Supination of the foot affects the subtalar joint and the midtarsal joint, and the AFO must
control both simultaneously. At the subtalar joint, hindfoot inversion is controlled by forces
applied to the medial aspect of the heel (calcaneus), the area above the lateral malleolus, and at
the medial aspect of the proximal calf. At the midtarsal joint, internal rotation of the forefoot
(adduction) is controlled by the application of forces to the medial heel (calcaneus), the lateral
midfoot (midtarsal joint) and along the first metatarsal shaft. Full correction of supination is
important as if it is not addressed this foot position may contribute to the generation of increased
varus moments at the knee, which can lead to ligamentous laxity (lateral collateral ligament) and
increasing varus deformity over time. In the presence of deformity that is not fully correctable,
wedging should be added to the underside of the AFO.

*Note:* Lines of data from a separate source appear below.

package planarize

import (
	"fmt"
	"testing"

	"github.com/gridwood/gridwood/internal/graphgen"
	"github.com/gridwood/gridwood/internal/order"
	"github.com/gridwood/gridwood/internal/stagebench"
)

// BenchmarkStage measures the planarity stages on the benchmark families
// (see bench/run), on the renumbered input the command gives them: embed is
// the left-right test with its embedding, subgraph the maximal planar
// subgraph of a triangulation plus 10 edges, and (up to 10^5 vertices:
// each stray that must go costs about log2 of its level's size in
// whole-block tests, 41 tests in all on the random planar graph at 10^5,
// bench/RESULTS.md, The usual traps) of the grid and the random planar graph
// plus 10 random pairs, and (up to 10^4) of blocks with many edges to set
// aside.
func BenchmarkStage(b *testing.B) {
	for _, n := range stagebench.Sizes {
		for _, g := range stagebench.Families(n) {
			_, local, _ := order.DepthFirst(g.N, g.Edges)
			simple, _ := Simplify(g.N, local)
			b.Run(fmt.Sprintf("embed/%s", g.Name), func(b *testing.B) {
				stagebench.PerEdge(b, len(simple), func() { Embed(g.N, simple) })
			})
		}
		x := graphgen.PlanarPlusExtra(n, 10, 1)
		_, xe, _ := order.DepthFirst(x.N, x.Edges)
		b.Run(fmt.Sprintf("subgraph/%s", x.Name), func(b *testing.B) {
			stagebench.PerEdge(b, len(xe), func() { MaximalPlanar(x.N, xe, SubgraphOptions{}) })
		})
		if n <= 10_000 {
			// Many edges to removed in one block: a triangulation plus as
			// many random edges (local proofs reject most), and a random
			// graph with 3n edges (they reject none, and single candidates
			// go to the skeleton): each rejection costs a test, so these
			// grow faster than the size.
			many := []graphgen.Graph{graphgen.PlanarPlusExtra(n, n, 1), graphgen.RandomGnm(n, 3*n, 1)}
			for _, g := range many {
				_, ge, _ := order.DepthFirst(g.N, g.Edges)
				simple, _ := Simplify(g.N, ge)
				b.Run(fmt.Sprintf("subgraph/%s", g.Name), func(b *testing.B) {
					stagebench.PerEdge(b, len(simple), func() { MaximalPlanar(g.N, simple, SubgraphOptions{}) })
				})
			}
		}
		if n > 100_000 {
			continue
		}
		for _, g := range stagebench.Families(n) {
			if g.Name[:4] != "grid" && g.Name[:6] != "planar" {
				continue
			}
			simple := withStrays(g, 10, 1)
			b.Run(fmt.Sprintf("subgraph/%s-plus-10", g.Name), func(b *testing.B) {
				stagebench.PerEdge(b, len(simple), func() { MaximalPlanar(g.N, simple, SubgraphOptions{}) })
			})
		}
	}
}
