package planarize

import (
	"math/rand/v2"
	"slices"
	"testing"

	"github.com/gridwood/gridwood/internal/graphgen"
)

// TestLocalProofSound checks localProof against the whole left-right test:
// a proof must never call a planar graph non-planar. The kept graphs are
// random triangulations (where every added edge between non-adjacent
// vertices breaks planarity, by Euler's formula: 3n-6 edges is the most a
// planar graph has) and random 60% parts of them (where many added edges
// keep it planar); the candidates are random pairs. On the triangulations
// nearly every candidate must be proved, as the tube around a shortest
// path holds a subdivision of K5 (see localProof).
func TestLocalProofSound(t *testing.T) {
	for _, tc := range []struct {
		g         graphgen.Graph
		minProved float64 // the least share of non-planar candidates proved
	}{
		{graphgen.RandomTriangulation(3000, 1), 0.95},
		{graphgen.RandomTriangulation(500, 2), 0.95},
		{graphgen.RandomPlanar(3000, 0.6, 3), 0},
		{graphgen.Grid(40, 40), 0},
	} {
		g := tc.g
		edges, _ := Simplify(g.N, g.Edges)
		adjacent := map[[2]int32]bool{}
		for _, e := range edges {
			adjacent[pairKey(e[0], e[1])] = true
		}
		kept := identity(len(edges))
		rng := rand.New(rand.NewPCG(uint64(g.N), 7))
		var cands [][2]int32
		for len(cands) < 300 {
			u, v := int32(rng.IntN(g.N)), int32(rng.IntN(g.N))
			if u != v && !adjacent[pairKey(u, v)] {
				cands = append(cands, [2]int32{u, v})
			}
		}
		all := append(append([][2]int32(nil), edges...), cands...)
		p := newLocalProof(g.N, all, kept)
		nonPlanar, proved := 0, 0
		for i, c := range cands {
			e := int32(len(edges) + i)
			planar := IsPlanar(g.N, append(append([][2]int32(nil), edges...), c))
			if !planar {
				nonPlanar++
			}
			if ok, _ := p.rejects(e, 1<<30); ok {
				if planar {
					t.Fatalf("%s: pair %v proved non-planar, but the graph with it is planar", g.Name, c)
				}
				proved++
			}
		}
		t.Logf("%s: %d of %d non-planar candidates proved locally", g.Name, proved, nonPlanar)
		if float64(proved) < tc.minProved*float64(nonPlanar) {
			t.Errorf("%s: %d of %d non-planar candidates proved, want at least %.0f%%", g.Name, proved, nonPlanar, 100*tc.minProved)
		}
	}
}

// TestLocalProofWorkBound checks that a path search past its work bound
// gives up instead of proving: a triangulation plus a pair, with a bound
// too small to reach from one end to the other.
func TestLocalProofWorkBound(t *testing.T) {
	g := graphgen.RandomTriangulation(2000, 4)
	edges, _ := Simplify(g.N, g.Edges)
	adjacent := map[[2]int32]bool{}
	for _, e := range edges {
		adjacent[pairKey(e[0], e[1])] = true
	}
	var c [2]int32
	for v := int32(1); ; v++ {
		if !adjacent[pairKey(0, v)] {
			c = [2]int32{0, v}
			break
		}
	}
	all := append(append([][2]int32(nil), edges...), c)
	p := newLocalProof(g.N, all, identity(len(edges)))
	if proved, _ := p.rejects(int32(len(edges)), 1); proved {
		t.Fatal("proved with a work bound of 1")
	}
	if proved, spent := p.rejects(int32(len(edges)), 1<<30); !proved || spent == 0 {
		t.Fatalf("not proved without a bound (proved=%v after %d steps)", proved, spent)
	}
}

// TestLocalProofSameResult checks that the local proofs change the time
// of MaximalPlanar and nothing else: on a triangulation plus as many random
// pairs (where the proofs reject most strays) the removed is the same
// with them and without, planar and inclusion-minimal (checkSubgraph).
func TestLocalProofSameResult(t *testing.T) {
	g := graphgen.PlanarPlusExtra(1500, 1500, 9)
	edges, _ := Simplify(g.N, g.Edges)
	with := MaximalPlanar(g.N, edges, SubgraphOptions{})
	saved := localProofSize
	localProofSize = 1 << 30
	without := MaximalPlanar(g.N, edges, SubgraphOptions{})
	localProofSize = saved
	if !slices.Equal(with.Removed, without.Removed) {
		t.Fatalf("%d removed with local proofs, %d without, or other edges", len(with.Removed), len(without.Removed))
	}
	if err := checkSubgraph(g.N, edges, with, -1); err != nil {
		t.Fatal(err)
	}
	if len(with.Removed) < 1500 {
		t.Fatalf("%d removed: fewer than the Euler bound allows", len(with.Removed))
	}
}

By controlling the alignment and motion of the ankle joint, an AFO can realign the GRF
in stance phase, as a way that positively influences its relationship to both the knee and the hip. It
does this by realigning the tibia to more normal position of approximately 100 forward
inclination. It also ensures that the entire plantar surface of the foot bears weight, rather than just
the lateral forefoot, which means that the GRF is moved posteriorly. The combination of
posterior placement of the GRF and anterior placement of the knee ensures that the GRF now
passes closer to the knee, therefore reducing the external knee extension moment and improving
knee alignment. The fact that the GRF is now only slightly anterior to the knee creates an
appropriate extension moment for knee stability, while facilitating knee flexion for swing phase.
With the tibia is maintained in this alignment, the femur can also incline forward approximately
100 and the hip joint can be moved anteriorly, without knee hyperextension which would be the
case if the tibia was vertical. The combination of anterior placement of the hip and posterior
placement of the GRF means that the abnormal external flexion moment at the hip can be
reduced or even replaced with an external extension moment, which is normal in the second half
of stance.
Design and system considerations
The polymer AFO design is the most frequently used AFO for this patients population.
The design vary from very stable (solid AFO) to vary limited in term of motion control. The
following descriptions are designs of orthosis (Malas, 2001):
1. Solid AFO : Solid describes the motion allowed at the ankle joint. The ankle is held
in a solid position, with no movement in any plane. This orthosis is designed in either
metal or plastic. It provides dorsiflexion stop/ plantarflexion stop in swing phase. In
stance phase, it influences the knee in extension to reduce buckling of the knee. This
design is typically indicated for early stage of stroke recovery when the patient has
difficulty with maintenance of normal standing balance.
2. The articulated AFO (free dorsiflexion) is indicated when the ankle has weak
dorsiflexors or adequate ROM is present. The AFO is design with a plantarflexion
stop/ free dorsiflexion. The tibia is allowed to rotate anteriorly over the ankle joint in
stance. The knee is not allowed to hyperextend in stance. Knee control is the indicator
for this design. If a patient has weak knee extensors and will buckle in stance phase,
this design is not recommended.
3. Metal AFOs with stirrup attachment to a shoe are commonly used when the
pathology dictates this orthosis. Indications are diabetic feet, edema, allergies, skin
tolerance, and sensation.
4. Knee Ankle Foot Orthosis (KAFO) is indicated when control of the knee is needed. If
the patient has gross instability at knee, then crossing the knee joint is necessary to
provide stability. This orthosis may be of interim or definitive nature. In addition,
knee joint ROM can be increased utilizing a KAFO.